I'm going to take two asprin. Call me in the morning ;-)

[Top]

Tuesday March 4, 2003


Yesterday was not, to use an industry vernacular, a Good Day.

My developmental box, Kronk, was (<- foreboding word) set up with two versions of Red Hat. RH 8.1 (beta) lived on the front of the drive and comprised three partitions: a 100M /boot; a 1G swap; and a 20G root. On hda6 I had a single 20G partition where RH 8.0 lived. On hda5 I had a 20G /home partition which RH 8.1 automatically mounted; I manually mounted it when I needed it under RH 8.0. I kept all the installation files I needed under /home/admin -- that way I didn't have to fart around with CD's.
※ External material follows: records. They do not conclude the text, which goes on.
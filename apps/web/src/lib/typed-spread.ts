import { parseQuantity, type Quantity } from '@masswright/units';

export type ReadSpread = { value: number; spread: number | null; error?: undefined } | { value?: undefined; spread?: undefined; error: string };

const unitPattern = /[^\d\s.,+\-−–eE][^±]*$/;

/**
 * A quantity with how far it may be off, as a person types it: `2.7 g/cm3 ± 1 %`, `2700 ± 27 kg/m³`, `0.311 kg +- 0.002 kg`. A unit that is
 * written once is meant for both. The spread is null where none is written. All in SI.
 */
export function readSpread(text: string, quantity: Quantity): ReadSpread {
  const [first = '', second, ...more] = text.split(/±|\+\/?-/);
  if (more.length > 0) return { error: 'Write one ± only.' };
  if (second === undefined) return readAlone(first, quantity);
  const percent = /^\s*([\d.]+(?:e-?\d+)?)\s*%\s*$/i.exec(second);
  const unit = percent ? '' : (unitPattern.exec(second)?.[0] ?? '');
  const value = readAlone(unitPattern.test(first) ? first : `${first.trim()} ${unit}`, quantity);
  if (value.error !== undefined) return value;
  if (percent) return { value: value.value, spread: (Math.abs(value.value) * Number(percent[1])) / 100 };
  if (second.trim() === '') return { error: 'Write how far it may be off behind the ±, as in ± 1 %.' };
  const spread = readAlone(unit === '' ? `${second.trim()} ${unitPattern.exec(first)?.[0] ?? ''}` : second, quantity);
  if (spread.error !== undefined) return { error: `Behind the ±: ${spread.error}` };
  return spread.value < 0 ? { error: 'What stands behind the ± is not negative.' } : { value: value.value, spread: spread.value };
}

function readAlone(text: string, quantity: Quantity): ReadSpread {
  const parsed = parseQuantity(text, quantity);
  return 'error' in parsed ? { error: parsed.error } : { value: parsed.value, spread: null };
}

/** The other way, in a unit of `factor` SI units: digits that a conversion made are left out. */
export function writeSpread(value: number, spread: number | null, symbol: string, factor = 1, digits = 6): string {
  const plain = (figure: number): string => String(Number((figure / factor).toPrecision(digits)));
  return spread === null ? `${plain(value)} ${symbol}` : `${plain(value)} ± ${plain(spread)} ${symbol}`;
}
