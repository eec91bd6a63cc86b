import { getUnit, type Unit } from './unit';
import { unitTable, type Quantity } from './unit-table';

/** Sets of units in which figures are shown together. */
export const unitFamilies = ['SI', 'g-mm', 't-mm', 'lb-in', 'slug-ft'] as const;
export type UnitFamily = (typeof unitFamilies)[number];

const symbols: Record<UnitFamily, Record<Quantity, string>> = {
  SI: { length: 'm', area: 'm²', volume: 'm³', mass: 'kg', density: 'kg/m³', inertia: 'kg·m²', torque: 'N·m', energy: 'J', angularSpeed: 'rad/s', angularAcceleration: 'rad/s²', time: 's' },
  'g-mm': { length: 'mm', area: 'mm²', volume: 'mm³', mass: 'g', density: 'g/cm³', inertia: 'kg·mm²', torque: 'N·mm', energy: 'mJ', angularSpeed: 'r/min', angularAcceleration: 'rad/s²', time: 's' },
  't-mm': { length: 'mm', area: 'mm²', volume: 'mm³', mass: 't', density: 't/mm³', inertia: 't·mm²', torque: 'N·mm', energy: 'mJ', angularSpeed: 'rad/s', angularAcceleration: 'rad/s²', time: 's' },
  'lb-in': { length: 'in', area: 'in²', volume: 'in³', mass: 'lb', density: 'lb/in³', inertia: 'lb·in²', torque: 'lbf·in', energy: 'in·lbf', angularSpeed: 'r/min', angularAcceleration: 'rad/s²', time: 's' },
  'slug-ft': { length: 'ft', area: 'ft²', volume: 'ft³', mass: 'slug', density: 'slug/ft³', inertia: 'slug·ft²', torque: 'lbf·ft', energy: 'ft·lbf', angularSpeed: 'r/min', angularAcceleration: 'rad/s²', time: 's' },
};

/** The unit in which a family shows a quantity. */
export function getDisplayUnit(family: UnitFamily, quantity: Quantity): Unit {
  return getUnit(unitTable[quantity], symbols[family][quantity]);
}
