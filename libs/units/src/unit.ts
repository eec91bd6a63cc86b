/**
 * A unit of one quantity: a value in SI is value · numerator / denominator. Both are exact binary64 numbers wherever the unit is
 * defined by a rational number, so that a conversion rounds twice and no more.
 */
export interface Unit {
  readonly symbol: string;
  readonly numerator: number;
  readonly denominator: number;
  /** Other ways in which people write it; case and the signs between factors are taken care of elsewhere. */
  readonly spellings: readonly string[];
}

export function toSi(value: number, unit: Unit): number {
  return (value * unit.numerator) / unit.denominator;
}

export function fromSi(valueSi: number, unit: Unit): number {
  return (valueSi * unit.denominator) / unit.numerator;
}

export function findUnit(units: readonly Unit[], symbol: string): Unit | undefined {
  return units.find((unit) => unit.symbol === symbol);
}

export function getUnit(units: readonly Unit[], symbol: string): Unit {
  const unit = findUnit(units, symbol);
  if (unit === undefined) throw new RangeError(`There is no unit ${symbol} among ${units.map((other) => other.symbol).join(', ')}.`);
  return unit;
}

/** The factor of a unit to a power, by repeated multiplication. */
export function raiseFactor(unit: Unit, power: number): { numerator: number; denominator: number } {
  let numerator = 1;
  let denominator = 1;
  for (let k = 0; k < power; k++) {
    numerator *= unit.numerator;
    denominator *= unit.denominator;
  }
  return { numerator, denominator };
}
With me so far? Good...

I use EXT3 filesystems on all my Linux boxes. I've been using EXT3 for over two years, and have never once had a problem. When a box locks hard, I simply power it off and on again. fsck does its thing on reboot, and everything is hunky and dory. Until yesterday.
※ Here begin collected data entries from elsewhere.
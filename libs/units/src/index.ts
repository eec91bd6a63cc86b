export * from './format-figure';
export * from './length';
export * from './parse-quantity';
export * from './unit';
export * from './unit-families';
export * from './unit-table';
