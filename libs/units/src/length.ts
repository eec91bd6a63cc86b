/** The six units in which mesh files are drawn. */
export const lengthUnits = ['micron', 'mm', 'cm', 'm', 'inch', 'foot'] as const;
export type LengthUnit = (typeof lengthUnits)[number];
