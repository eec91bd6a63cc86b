/** Bytes as small hexadecimal digits. */
const toHex = (bytes: Uint8Array): string => Array.from(bytes, (byte) => byte.toString(16).padStart(2, '0')).join('');

/**
 * SHA-256 of a piece of a file, as hexadecimal digits. The browser's own is used where the page has it; it is missing where an installation is reached
 * over a network without TLS.
 */
export async function hashBlob(blob: Blob): Promise<string> {
  const bytes = await blob.arrayBuffer();
  // The type says that it is always there.
  const subtle = globalThis.crypto.subtle as SubtleCrypto | undefined;
  if (subtle) return toHex(new Uint8Array(await subtle.digest('SHA-256', bytes)));
  const { sha256 } = await import('@noble/hashes/sha2.js');
  return toHex(sha256(new Uint8Array(bytes)));
}
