import { describe, expect, it } from 'vitest';
import { readNumber, writeNumber } from './typed-number';

describe('a typed number', () => {
  it('has a decimal point and perhaps an exponent', () => {
    expect(readNumber(' -12.5 ')).toEqual({ value: -12.5 });
    expect(readNumber('−3e-2')).toEqual({ value: -0.03 });
    expect(readNumber('.5')).toEqual({ value: 0.5 });
    expect(readNumber('12 000')).toEqual({ value: 12000 });
  });
  it('with a comma, with words or without digits is refused with a sentence', () => {
    for (const text of ['1,5', 'ten', '', '-', '1e', '0x10', '1.2.3', '1e999']) expect(readNumber(text).error).toMatch(/\.$/);
  });
  it('is written without the noise of a conversion there and back', () => {
    const rpm = 1500;
    const radPerS = (rpm * Math.PI) / 30;
    expect(writeNumber((radPerS * 30) / Math.PI)).toBe('1500');
    expect(readNumber(writeNumber(-0.1))).toEqual({ value: -0.1 });
  });
});
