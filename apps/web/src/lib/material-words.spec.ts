import { describe, expect, it } from 'vitest';
import { filterMaterials, groupMaterials, writePlain, writeSpreadDensity } from './material-words';

const materials = [
  { name: 'Steel 4140', group: 'steel' as const },
  { name: 'Aluminium 7075-T6', group: 'aluminium' as const },
  { name: 'Aluminium 6061-T6', group: 'aluminium' as const },
  { name: 'Polyamide 12, cast', group: 'polymer' as const },
];

describe('materials in words', () => {
  it('a density stands with its spread, thousands set off, without digits that say nothing', () => {
    expect(writeSpreadDensity({ densityKgM3: 2700, densitySpreadKgM3: 27 })).toBe('2\u2009700 ± 27 kg/m³');
    expect(writeSpreadDensity({ densityKgM3: 16.3, densitySpreadKgM3: 1.6333 })).toBe('16.3 ± 1.6 kg/m³');
    expect(writeSpreadDensity({ densityKgM3: 7850, densitySpreadKgM3: null })).toBe('7\u2009850 kg/m³');
  });
  it('thousands are set off before the point only', () => {
    expect(writePlain(12345.6789, 9)).toBe('12\u2009345.6789');
  });
  it('a search holds every word to the name or the family, whatever the case', () => {
    expect(filterMaterials(materials, 'ALU 6061').map(({ name }) => name)).toEqual(['Aluminium 6061-T6']);
    expect(filterMaterials(materials, 'polymer').map(({ name }) => name)).toEqual(['Polyamide 12, cast']);
    expect(filterMaterials(materials, 'brass')).toEqual([]);
    expect(filterMaterials(materials, ' ')).toHaveLength(4);
  });
  it('families stand in their order, and what is in them by name', () => {
    expect(groupMaterials(materials).map(({ name, items }) => [name, items.map((item) => item.name)])).toEqual([
      ['Aluminium', ['Aluminium 6061-T6', 'Aluminium 7075-T6']],
      ['Iron and steel', ['Steel 4140']],
      ['Polymers', ['Polyamide 12, cast']],
    ]);
  });
});
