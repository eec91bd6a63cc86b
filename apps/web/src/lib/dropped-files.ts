/** A file as it came, with the folder in which it lay; '' where it was dropped by itself. */
export interface DroppedFile {
  file: File;
  folder: string;
}

/** Reads a folder's entries: the browser gives them in portions, and an empty one ends them. */
async function readFolder(reader: FileSystemDirectoryReader): Promise<FileSystemEntry[]> {
  const all: FileSystemEntry[] = [];
  for (;;) {
    const some = await new Promise<FileSystemEntry[]>((resolve, reject) => reader.readEntries(resolve, reject));
    if (some.length === 0) return all;
    all.push(...some);
  }
}

const isFile = (entry: FileSystemEntry): entry is FileSystemFileEntry => entry.isFile;
const isFolder = (entry: FileSystemEntry): entry is FileSystemDirectoryEntry => entry.isDirectory;

async function collectEntry(entry: FileSystemEntry, folder: string): Promise<DroppedFile[]> {
  if (isFile(entry)) return [{ file: await new Promise<File>((resolve, reject) => entry.file(resolve, reject)), folder }];
  if (!isFolder(entry)) return [];
  const below = folder === '' ? entry.name : `${folder}/${entry.name}`;
  const found: DroppedFile[] = [];
  for (const child of await readFolder(entry.createReader())) found.push(...(await collectEntry(child, below)));
  return found;
}

/** Files and folders, with all that is below them, from a drop. To be called while the drop's event is handled: after that the browser has forgotten them. */
export async function collectDrop(transfer: DataTransfer): Promise<DroppedFile[]> {
  const entries = [...transfer.items].filter(({ kind }) => kind === 'file').map((item) => ({ entry: item.webkitGetAsEntry(), file: item.getAsFile() }));
  if (entries.length === 0) return collectChosen(transfer.files);
  const lists = await Promise.all(entries.map(async ({ entry, file }) => (entry ? collectEntry(entry, '') : file ? [{ file, folder: '' }] : [])));
  return lists.flat();
}

/** Files from a file field; one that chooses folders says where each lay. */
export function collectChosen(files: Iterable<File>): DroppedFile[] {
  // Not every browser says where a file lay.
  return [...files].map((file) => ({ file, folder: ((file.webkitRelativePath as string | undefined) ?? '').split('/').slice(0, -1).join('/') }));
}
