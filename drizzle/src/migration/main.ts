import { parseMigrationEnvironment, readEnvironmentOrExit } from '@masswright/config';
import { migrateSchema } from './migrate';
import { createRolesAndDatabase } from './roles';

const environment = readEnvironmentOrExit(parseMigrationEnvironment);
if (environment.DATABASE_ADMIN_URL !== undefined) {
  await createRolesAndDatabase({
    admin: environment.DATABASE_ADMIN_URL,
    migration: environment.DATABASE_MIGRATION_URL,
    application: environment.DATABASE_URL,
  });
}
await migrateSchema(environment.DATABASE_MIGRATION_URL);
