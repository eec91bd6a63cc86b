/** Sets off thousands; never breaks a line and is told from a word space. */
export const thinSpace = '\u2009';

const raisedDigits = '⁰¹²³⁴⁵⁶⁷⁸⁹';

/** The parts of a figure as it is shown, for columns that align on the decimal point. */
export interface FigureParts {
  /** `-` or nothing. */
  sign: string;
  /** Digits before the point, thousands set off. */
  integer: string;
  /** Digits after the point; empty where there is none. */
  fraction: string;
  /** `×10⁻⁶` or nothing. */
  exponent: string;
}

export interface FigureOptions {
  /** Significant digits, 1 to 17. Digits before the point are never replaced by zeros. */
  digits?: number;
}

/** A smaller figure would begin with more than three zeros, a larger one could not be taken in at a glance: these get a power of ten. */
const plainFrom = 1e-4;
const plainBelow = 1e9;

/**
 * Cuts a number into what is shown before and after the decimal point. Rounding is decimal and exact (to the nearest, as `toPrecision` does).
 * Zero has no sign.
 */
export function splitFigure(value: number, { digits = 6 }: FigureOptions = {}): FigureParts {
  if (!Number.isFinite(value)) throw new RangeError('Only a finite number can be shown as a figure.');
  const size = Math.abs(value);
  const sign = value < 0 ? '-' : '';
  if (size === 0) return { sign: '', integer: '0', fraction: '', exponent: '' };

  const [mantissa = '', powerText = '0'] = size.toExponential(digits - 1).split('e');
  const power = Number(powerText);
  const rounded = Number(`${mantissa}e${powerText}`);
  if (rounded < plainFrom || size >= plainBelow) {
    const [integer = '', fraction = ''] = mantissa.split('.');
    return { sign, integer, fraction, exponent: power === 0 ? '' : `×10${raise(power)}` };
  }
  const [integer = '', fraction = ''] = size.toFixed(Math.max(0, Math.min(100, digits - 1 - power))).split('.');
  return { sign, integer: groupThousands(integer), fraction, exponent: '' };
}

/**
 * A number for the eye: decimal point, thousands by a thin space, a power of ten only below 0.0001 and from a thousand million on.
 * The minus is the hyphen-minus and not U+2212: figures are copied out of the page, and spreadsheets and programs read only that one.
 */
export function formatFigure(value: number, options: FigureOptions = {}): string {
  const { sign, integer, fraction, exponent } = splitFigure(value, options);
  return `${sign}${integer}${fraction === '' ? '' : `.${fraction}`}${exponent}`;
}

/** A whole number with its thousands set off. */
export function formatCount(count: number): string {
  return `${count < 0 ? '-' : ''}${groupThousands(Math.abs(count).toFixed(0))}`;
}

/** A number for machines: all its digits, no spaces, the shortest text that reads back to the same bits. */
export function writeFigure(value: number): string {
  return String(value);
}

function groupThousands(digits: string): string {
  return digits.replace(/\B(?=(\d{3})+$)/g, thinSpace);
}

function raise(power: number): string {
  return `${power < 0 ? '⁻' : ''}${String(Math.abs(power)).replace(/\d/g, (digit) => raisedDigits[Number(digit)] ?? digit)}`;
}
When I sat down at my desk yesterday morning, Kronk was running RH 8.0. I was doing an emerge -u world on Phaedrus and I wanted to check email. I didn't have Mulberry installed under RH 8, but I did have it configured under RH 8.1 so I rebooted the box (actually, I could have just mounted hda5 over /home/tom under RH 8, but I didn't think of that at the time). RH 8.1 came up and immediately complained about some file system errors on hda5 during the mount process. Huh? fsck tried to fix the problem, but couldn't and dropped me single user mode. I tried to repair things manually, but after an hour I gave up. The sheer number of errors make the task impossible. Even if I had been able to right things, I wouldn't have trusted the data on the partition.

So WTF Huck?

I sat there for a good hour thinking about the problem before me. I wasn't too concerned about the data. It would be a pain to have to copy it all back again, but I did have the directories mirrored on another system. What really troubled me was how I ended up with such a badly corrupted filesystem. A bug in RH 8.1? Possible, I suppose. A bug in rsync (the app I used to move the data from the backup drive to hda5 in the first place)? But why did the corruption show up when it did and not before? A bug in the kernel? Again, possible, but I had updated the out-of-the-box kernel to the latest errata release... Differing versions of mke2fs between RH 8 and 8.1? I was stumped. As noted, I'd never had a corrupt EXT3 filesystem. I researched and Googled and came up dry -- nothing concrete. At least nothing that related directly to my particular HW/SW combination.

So I downloaded a utility from Seagate and check the hard drive. A-Okay.

Then I dug out my Acronis drive wiper diskette and wrote zeros to the whole hard disk.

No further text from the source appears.